# Dataset extract
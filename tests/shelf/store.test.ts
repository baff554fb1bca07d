import {
  existsSync,
  lstatSync,
  mkdirSync,
  readdirSync,
  readFileSync,
  rmdirSync,
  rmSync,
  statSync,
  symlinkSync,
  utimesSync,
  writeFileSync,
} from 'node:fs'
import { join } from 'node:path'
import { setTimeout as wait } from 'node:timers/promises'
import { describe, expect, it } from 'vitest'
import type { ShelfChange } from '../../src/shelf/changes.ts'
import { NEW_DOCUMENT } from '../../src/shelf/document.ts'
import type { ServedPlate } from '../../src/shelf/served-plate.ts'
import { ShelfStore } from '../../src/shelf/store.ts'
import { withLock } from '../../src/shelf/store-lock.ts'
import { bundled, freshFolder, Running } from './scripts.ts'

const add = (food: string, grams: number): ShelfChange => ({ do: 'add', food, grams })
const gramsOf = ({ document }: { document: typeof NEW_DOCUMENT }) =>
  Object.fromEntries(document.shelf.items.map(({ food, grams }) => [food, grams]))

/** A folder in which tahini, 450 g, is kept. */
async function keptFolder(): Promise<string> {
  const folder = freshFolder()
  const kept = await new ShelfStore(folder).change([add('tahini', 450)], 'add tahini')
  expect(kept).toMatchObject({ saved: true, done: true, problem: null, notices: [] })
  return folder
}
const file = (folder: string): string => join(folder, 'shelf.json')
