import { STAVE_LABELS, STAVE_NAMES, STAVES, type Staves } from '../../nutrition/amino-acids.ts'
import type { Pattern } from '../../nutrition/pattern.ts'
import type { Portion } from '../../nutrition/protein-source.ts'
import { shortestStave } from '../../nutrition/staves.ts'
import { fillOf, inFoodColour, letterOf } from './palette.ts'
import { type Stack, stacksOf } from './stacks.ts'

export interface DrawOptions {
  portions: readonly Portion[]
  pattern: Pattern
  /** columns to draw in */
  width: number
  /** rows of the staves, without the two lines of labels (10) */
  height?: number
  colour?: boolean
  /** only letters of ASCII, for terminals without block elements */
  ascii?: boolean
}

/** Narrower than this the compact drawing is used: a line a stave. */
const FULL_FROM_COLUMNS = 58
const AXIS = 5
/** The scale ends here at the latest; what is longer ends in an arrow. % of the pattern. */
const SCALE_AT_MOST = 180
const EIGHTHS = [' ', '▁', '▂', '▃', '▄', '▅', '▆', '▇', '█']

/**
 * The staves: nine vertical bars, each stacked by food, the pattern's 100 line and the water line at the shortest
 * stave. A food has a letter and a fill of its own; the tops are exact to an eighth of a row. Returns the lines; none
 * where there is no protein.
 */
export function drawStaves(options: DrawOptions): string[] {
  const stacks = stacksOf(options.portions, options.pattern)
  if (stacks.length === 0) return []
  return options.width < FULL_FROM_COLUMNS ? compact(stacks, options) : full(stacks, options)
}

function full(stacks: readonly Stack[], options: DrawOptions): string[] {
  const { height = 10, colour = false, ascii = false } = options
  const pitch = Math.min(8, Math.floor((options.width - AXIS - 3) / stacks.length))
  const gap = pitch >= 7 ? 3 : 2
  const barWidth = pitch - gap
  const water = Math.min(...stacks.map(({ total }) => total))
  const highest = Math.min(SCALE_AT_MOST, Math.max(110, ...stacks.map(({ total }) => total)))
  const rowValue = highest / height
  const rowOf = (value: number) => Math.min(height - 1, Math.max(0, Math.ceil(value / rowValue) - 1))
  const pattern100 = rowOf(100)
  const waterRow = rowOf(water)
  const paint = (food: number, text: string) => (colour ? inFoodColour(food, text) : text)
  const dim = (text: string) => (colour ? `\u001b[2m${text}\u001b[22m` : text)
  const lines: string[] = []
  for (let row = height - 1; row >= 0; row--) {
    const between = row === waterRow ? (ascii ? '~' : '≈') : row === pattern100 ? (ascii ? '-' : '─') : ' '
    const value = row === waterRow ? String(Math.floor(water)) : row === pattern100 ? '100' : ''
    const label = `${value.padStart(4)}${between}`
    const cells = stacks.map(stack => {
      const space = dim(between.repeat(gap))
      return space + bar(stack, row, { rowValue, height, barWidth, between, ascii, paint, dim })
    })
    lines.push((label + cells.join('') + dim(between.repeat(gap))).trimEnd())
  }
  const shortest = shortestOf(stacks)
  const centred = (text: string) =>
    ' '.repeat(gap) + centre(text, barWidth + (text.length > barWidth ? 1 : 0)).slice(0, pitch - gap + 2)
  const under = (text: (stack: Stack) => string) =>
    `${' '.repeat(AXIS)}${stacks.map(stack => fit(centred(text(stack)), pitch)).join('')}`.trimEnd()
  const name = (stack: Stack) => STAVE_LABELS[stack.stave] + (stack.stave === shortest ? '*' : '')
  lines.push(
    under(name),
    under(({ total }) => wholePercent(total)),
  )
  return lines
}

interface BarRow {
  rowValue: number
  height: number
  barWidth: number
  between: string
  ascii: boolean
  paint: (food: number, text: string) => string
  dim: (text: string) => string
}

/** One row of one bar: the food that fills most of it, its letter in the middle of its part, an exact top. */
function bar({ parts, total }: Stack, row: number, at: BarRow): string {
  const low = row * at.rowValue
  const high = low + at.rowValue
  const background = at.dim(at.between.repeat(at.barWidth))
  if (total <= low) return background
  const over = total > high + 1e-9 && row === at.height - 1
  const food = mostOf(parts, low, Math.min(high, total))
  if (over) return at.paint(food, (at.ascii ? '^' : '↑').repeat(at.barWidth))
  const share = Math.min(1, (total - low) / at.rowValue)
  if (share < 1) {
    const eighths = Math.max(1, Math.round(share * 8))
    if (at.ascii) return share >= 0.5 ? at.paint(food, fillOf(food, true).repeat(at.barWidth)) : background
    if (eighths < 8) return at.paint(food, EIGHTHS[eighths]!.repeat(at.barWidth))
  }
  const fill = fillOf(food, at.ascii).repeat(at.barWidth)
  if (!isMiddleRow(parts, food, row, at)) return at.paint(food, fill)
  const middle = Math.floor((at.barWidth - 1) / 2)
  return at.paint(food, fill.slice(0, middle) + letterOf(food) + fill.slice(middle + 1))
}

/** Which part fills most of a span of the stack. */
function mostOf(parts: readonly number[], low: number, high: number): number {
  let bottom = 0
  let best = 0
  let most = -1
  parts.forEach((part, food) => {
    const overlap = Math.min(high, bottom + part) - Math.max(low, bottom)
    if (part > 0 && overlap > most) {
      most = overlap
      best = food
    }
    bottom += part
  })
  return best
}

/** Is a row the one in the middle of a food's part of the stack? There its letter stands. */
function isMiddleRow(parts: readonly number[], food: number, row: number, at: BarRow): boolean {
  const bottom = parts.slice(0, food).reduce((sum, part) => sum + part, 0)
  const top = bottom + parts[food]!
  const rows: number[] = []
  for (let r = 0; r < at.height; r++) {
    const low = r * at.rowValue
    const high = Math.min(low + at.rowValue, top)
    if (
      high > low &&
      high - low >= at.rowValue * 0.99 &&
      mostOf(parts, low, high) === food &&
      low + at.rowValue > bottom
    )
      rows.push(r)
  }
  return rows[Math.floor((rows.length - 1) / 2)] === row
}

function compact(stacks: readonly Stack[], options: DrawOptions): string[] {
  const { width, colour = false, ascii = false } = options
  const shortest = shortestOf(stacks)
  const highest = Math.min(SCALE_AT_MOST, Math.max(110, ...stacks.map(({ total }) => total)))
  const room = Math.max(8, width - 10)
  return stacks.map(({ stave, parts, total }) => {
    let drawn = ''
    let length = 0
    let sum = 0
    parts.forEach((part, food) => {
      sum += part
      const end = Math.min(room, Math.round((sum / highest) * room))
      const cells = Math.max(0, end - length)
      const letter =
        cells > 1 ? fillOf(food, ascii).repeat(cells - 1) + letterOf(food) : fillOf(food, ascii).repeat(cells)
      drawn += colour ? inFoodColour(food, letter) : letter
      length += cells
    })
    const mark = stave === shortest ? '*' : ' '
    return `${STAVE_LABELS[stave]}${mark}${wholePercent(total).padStart(4)} ${drawn}`
  })
}

const shortestOf = (stacks: readonly Stack[]) =>
  stacks.reduce((least, stack) => (stack.total < least.total ? stack : least)).stave

const wholePercent = (value: number): string => String(Math.floor(value + 1e-9))

const centre = (text: string, width: number): string => {
  const left = Math.max(0, Math.floor((width - text.length) / 2))
  return ' '.repeat(left) + text
}

const fit = (text: string, width: number): string => text.slice(0, width).padEnd(width)

/** The nine staves in words, for screen readers and pipes. */
export function stavesAsText(staves: Staves): string {
  const shortest = shortestStave(staves)
  const list = STAVES.map(stave => `${STAVE_NAMES[stave]} ${wholePercent(staves[stave])}`).join(', ')
  return `In % of the pattern: ${list}. Shortest: ${STAVE_NAMES[shortest]}.`
}

/** A sketch of the staves in nine characters, in their order; a full block is 120 % of the pattern or more. */
export function stavesSketch(staves: Staves, ascii = false): string {
  return STAVES.map(stave => {
    const eighths = Math.min(8, Math.max(1, Math.round((staves[stave] / 120) * 8)))
    return ascii ? String(eighths) : EIGHTHS[eighths]!
  }).join('')
}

# Work request
Throughout the material above, find every line holding "under" and copy it.

# Result
  const under = (text: (stack: Stack) => string) =>
    under(name),
    under(({ total }) => wholePercent(total)),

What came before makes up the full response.